Argentina Backs Down the IMF,
But Pulls the Knock-Out Punch

by Dennis Small and Cynthia Rush

Early on the afternoon of March 9, after several days of tense negotiations, the Argentine government and the International Monetary Fund (IMF) stepped away from a total showdown on the issue of Argentina's restructuring of $99 billion in public debt on which it defaulted in December 2001, and the two sides came to a time-buying agreement. Negotiations went down to the wire, with President Néstor Kirchner threatening to default on a $3.1 billion payment due the IMF that day, and refusing to bend to fierce international pressure to pay more on the defaulted public debt than the 25% of face value he announced months ago.

Under the terms of the accord, the IMF agreed to lend Argentina $3.1 billion, which will be used to cover Argentina's $3.1 billion payment back to the IMF—a straight debt rollover—without imposing major new austerity requirements on the country.

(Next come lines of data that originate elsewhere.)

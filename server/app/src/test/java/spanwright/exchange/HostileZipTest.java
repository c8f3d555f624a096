package spanwright.exchange;

import static java.nio.charset.StandardCharsets.ISO_8859_1;
import static java.nio.charset.StandardCharsets.UTF_8;
import static org.assertj.core.api.Assertions.assertThat;

import java.io.IOException;
import java.io.OutputStream;
import java.nio.ByteBuffer;
import java.nio.ByteOrder;
import java.nio.file.Files;
import java.nio.file.Path;
import java.util.Arrays;
import java.util.List;
import java.util.function.Consumer;
import java.util.zip.Deflater;
import java.util.zip.ZipEntry;
import java.util.zip.ZipOutputStream;
import org.junit.jupiter.api.Test;
import org.junit.jupiter.api.io.TempDir;
import org.junit.jupiter.params.ParameterizedTest;
import org.junit.jupiter.params.provider.CsvSource;
import org.junit.jupiter.params.provider.ValueSource;
import spanwright.network.Snapshot;
import spanwright.network.SnapshotEditor;

/**
 * Zips that are broken or mean harm are refused with one sentence. The layout that the tests bend is that of PKWARE
 * APPNOTE 6.3: an entry of the central directory has its flags at 8, its method at 10, its CRC at 16, its packed size
 * at 20, its size at 24, its external attributes at 38; the end record counts entries at 10.
 */
class HostileZipTest {

    private static final String POLES = "structure,kind,lon,lat\nA,pole,0,0\nB,pole,0,1\n";
    private static final int ENTRY = 0x02014B50;
    private static final int LOCAL = 0x04034B50;
    private static final int END = 0x06054B50;

    @TempDir
    Path temp;

    private List<String> faults(Path zip) {
        SnapshotEditor editor = Snapshot.empty().edit();
        return FolderLoad.load(zip, editor, FolderLoad.Progress.NONE).stream()
                .map(Fault::toString)
                .toList();
    }

    private void refused(Path zip, String sentence) {
        assertThat(faults(zip)).singleElement().asString().contains(sentence);
    }

    private Path zip(String... names) throws IOException {
        Path zip = temp.resolve("plant.zip");
        try (ZipOutputStream out = new ZipOutputStream(Files.newOutputStream(zip))) {
            for (String name : names) {
                out.putNextEntry(new ZipEntry(name));
                out.write(POLES.getBytes(UTF_8));
                out.closeEntry();
            }
        }
        return zip;
    }

    /** Changes bytes behind the first place where a signature stands, lowest byte first. */
    private static Path bent(Path zip, int signature, Consumer<ByteBuffer> change) throws IOException {
        byte[] bytes = Files.readAllBytes(zip);
        ByteBuffer all = ByteBuffer.wrap(bytes).order(ByteOrder.LITTLE_ENDIAN);
        int at = 0;
        while (all.getInt(at) != signature) {
            at++;
        }
        change.accept(ByteBuffer.wrap(bytes, at, bytes.length - at).slice().order(ByteOrder.LITTLE_ENDIAN));
        Files.write(zip, bytes);
        return zip;
    }

    @Test
    void a_sound_zip_is_entered() throws IOException {
        assertThat(faults(zip("structures.csv"))).isEmpty();
        assertThat(faults(zip("plant/structures.csv", "plant/"))).isEmpty();
        assertThat(faults(zip("plant/structures.csv", "__MACOSX/structures.csv", "plant/sub/readme.txt")))
                .isEmpty();
    }

    @ParameterizedTest
    @ValueSource(
            strings = {
                "../structures.csv",
                "../../structures.csv",
                "plant/../../structures.csv",
                "..\\structures.csv",
                "/structures.csv",
                "\\structures.csv",
                "C:\\structures.csv",
                "c:structures.csv",
                "plant/..",
            })
    void a_name_that_lies_outside_is_refused(String name) throws IOException {
        refused(zip("structures.csv", name), "which lies outside of it; pack the files with plain names");
    }

    @ParameterizedTest
    @ValueSource(strings = {"plant\\structures.csv", "./structures.csv", "plant//structures.csv", "plant/./a.csv"})
    void a_name_that_programs_read_differently_is_refused(String name) throws IOException {
        refused(zip("structures.csv", name), "part folders by one /");
    }

    @Test
    void a_name_with_a_line_end_stays_on_one_line() throws IOException {
        assertThat(faults(zip("a\nb.csv"))).singleElement().asString().doesNotContain("\n");
        assertThat(faults(zip("../a\nb.csv"))).singleElement().asString().doesNotContain("\n");
    }

    @Test
    void two_folders_and_a_file_twice_are_refused() throws IOException {
        refused(zip("one/structures.csv", "two/structures.csv"), "several folders with tables, one/ and two/");
        Path zip = zip("structures.csv", "structures.csw");
        byte[] bytes = Files.readAllBytes(zip);
        String text = new String(bytes, ISO_8859_1).replace(".csw", ".csv");
        Files.write(zip, text.getBytes(ISO_8859_1));
        refused(zip, "it holds 'structures.csv' twice");
    }

    @Test
    void a_zip_within_a_zip_and_a_zip_that_holds_itself_are_not_unpacked() throws IOException {
        refused(zip("plant.zip"), "holds no file of a records folder");
        refused(zip("plant/plant.zip"), "holds no file of a records folder");
        refused(zip(), "holds no file of a records folder");
    }

    @Test
    void a_link_is_refused_and_not_followed() throws IOException {
        Path zip = bent(zip("structures.csv"), ENTRY, entry -> entry.putInt(38, 0xA1FF << 16));
        refused(zip, "it holds a link to another file; pack the file itself");
    }

    @Test
    void a_locked_zip_and_an_unknown_packing_are_refused() throws IOException {
        refused(
                bent(zip("structures.csv"), ENTRY, entry -> entry.putShort(8, (short) (entry.getShort(8) | 1))),
                "it is locked with a password");
        refused(bent(zip("structures.csv"), ENTRY, entry -> entry.putShort(10, (short) 14)), "ordinary zip");
    }

    @ParameterizedTest
    @CsvSource({"16, CRC", "24, size"})
    void a_file_that_is_not_as_the_zip_states_is_refused(int at, String what) throws IOException {
        refused(
                bent(zip("structures.csv"), ENTRY, entry -> entry.putInt(at, entry.getInt(at) + 1)),
                "the zip is damaged here; pack the folder anew");
    }

    @Test
    void a_damaged_file_is_refused_whichever_byte_is_damaged() throws IOException {
        Path zip = zip("structures.csv");
        byte[] sound = Files.readAllBytes(zip);
        for (int at = 0; at < sound.length; at++) {
            byte[] bytes = sound.clone();
            bytes[at] ^= (byte) 0xFF;
            Files.write(zip, bytes);
            // Dates, versions and sizes that stand twice do not matter; whatever matters is seen.
            assertThat(faults(zip)).as("byte " + at).hasSizeLessThanOrEqualTo(3);
        }
        for (int length = 0; length < sound.length; length++) {
            Files.write(zip, Arrays.copyOf(sound, length));
            assertThat(faults(zip)).as("cut to " + length).hasSize(1);
        }
    }

    @Test
    void very_many_files_are_refused_before_they_are_held() throws IOException {
        Path zip = temp.resolve("many.zip");
        try (ZipOutputStream out = new ZipOutputStream(Files.newOutputStream(zip))) {
            for (int file = 0; file <= ZipDirectory.MOST_ENTRIES; file++) {
                out.putNextEntry(new ZipEntry("f" + file));
                out.closeEntry();
            }
        }
        refused(zip, "it holds more than 10,000 files");
        refused(
                bent(zip("structures.csv"), END, end -> end.putShort(10, (short) 0xFFFF)),
                "it holds more than 10,000 files");
        refused(bent(zip("structures.csv"), END, end -> end.putShort(10, (short) 0)), "its list of files is damaged");
        refused(bent(zip("structures.csv"), END, end -> end.putInt(12, -1)), "it holds more than 10,000 files");
        refused(bent(zip("structures.csv"), END, end -> end.putInt(12, 1 << 20)), "its list of files is damaged");
    }

    @Test
    void a_file_that_swells_beyond_reason_is_refused_in_bounded_memory() throws IOException {
        Path zip = temp.resolve("swells.zip");
        try (ZipOutputStream out = new ZipOutputStream(Files.newOutputStream(zip))) {
            out.putNextEntry(new ZipEntry("structures.csv"));
            out.write("structure,kind,lon,lat\n".getBytes(UTF_8));
            blank(out, 40 << 20);
            out.closeEntry();
        }
        assertThat(Files.size(zip)).isLessThan(200_000);
        refused(zip, "the file swells to more than 250 times its packed size");
    }

    @Test
    void a_size_that_is_stated_and_does_not_come_is_not_made_room_for() throws IOException {
        refused(
                bent(zip("structures.csv"), ENTRY, entry -> entry.putInt(24, 0x7FFFFFFF)),
                "the zip is damaged here; pack the folder anew");
        refused(bent(zip("structures.csv"), LOCAL, local -> local.putInt(0, 0)), "cannot be read");
    }

    /** Many names for the same packed bytes: each is within the bound of a file, all together are not. */
    @Test
    void files_that_share_their_bytes_are_bounded_together() throws IOException {
        int size = 40 << 20;
        byte[] packed = packed(size);
        int stated = packed.length * 6;
        ByteBuffer zip = ByteBuffer.allocate(stated + 4096).order(ByteOrder.LITTLE_ENDIAN);
        zip.putInt(LOCAL)
                .putShort((short) 20)
                .putShort((short) 0)
                .putShort((short) 8)
                .position(30);
        zip.put(packed).position(30 + stated);
        int directory = zip.position();
        for (String name : Table.words()) {
            entry(zip, name + ".csv", stated, size);
        }
        int length = zip.position() - directory;
        short count = (short) Table.words().size();
        zip.putInt(END).putInt(0).putShort(count).putShort(count);
        zip.putInt(length).putInt(directory).putShort((short) 0);
        Path file = Files.write(temp.resolve("shared.zip"), Arrays.copyOf(zip.array(), zip.position()));

        assertThat(faults(file))
                .hasSizeLessThanOrEqualTo(2 * Table.words().size())
                .anyMatch(fault -> fault.contains("MiB come out of the zip, as of no records"));
    }

    private static void entry(ByteBuffer zip, String name, int packed, int size) {
        int at = zip.position();
        zip.putInt(ENTRY)
                .putShort((short) 20)
                .putShort((short) 20)
                .putShort((short) 0)
                .putShort((short) 8);
        zip.position(at + 20);
        zip.putInt(packed).putInt(size).putShort((short) name.length()).position(at + 46);
        zip.put(name.getBytes(UTF_8));
    }

    private static byte[] packed(int size) {
        Deflater deflater = new Deflater(9, true);
        byte[] blanks = new byte[size];
        Arrays.fill(blanks, (byte) ' ');
        deflater.setInput(blanks);
        deflater.finish();
        byte[] packed = new byte[size / 100];
        int length = deflater.deflate(packed);
        deflater.end();
        return Arrays.copyOf(packed, length);
    }

    private static void blank(OutputStream out, int size) throws IOException {
        byte[] some = new byte[1 << 16];
        Arrays.fill(some, (byte) ' ');
        for (int written = 0; written < size; written += some.length) {
            out.write(some);
        }
    }
}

The Kirchner government thus backed down the once-mighty IMF, and won this round of the battle by threatening to use its "debt bomb" if forced to the wall. But Kirchner failed to deliver the knock-out punch to the entire IMF system, which in all likelihood would have resulted if Argentina had outright defaulted on its $3.1 billion payment.

It was, in fact, fear of such a financial chain-reaction which drove the U.S. Treasury to instruct the IMF bureaucrats to back off from the showdown. As U.S. Presidential candidate Lyndon LaRouche commented on hearing the news: "There was enough dynamite there, that the Argentine crisis could have been a detonator for all that explosive power. That's the secret of this thing: The U.S. Treasury and IMF had to side-step the confrontation, and try to buy time."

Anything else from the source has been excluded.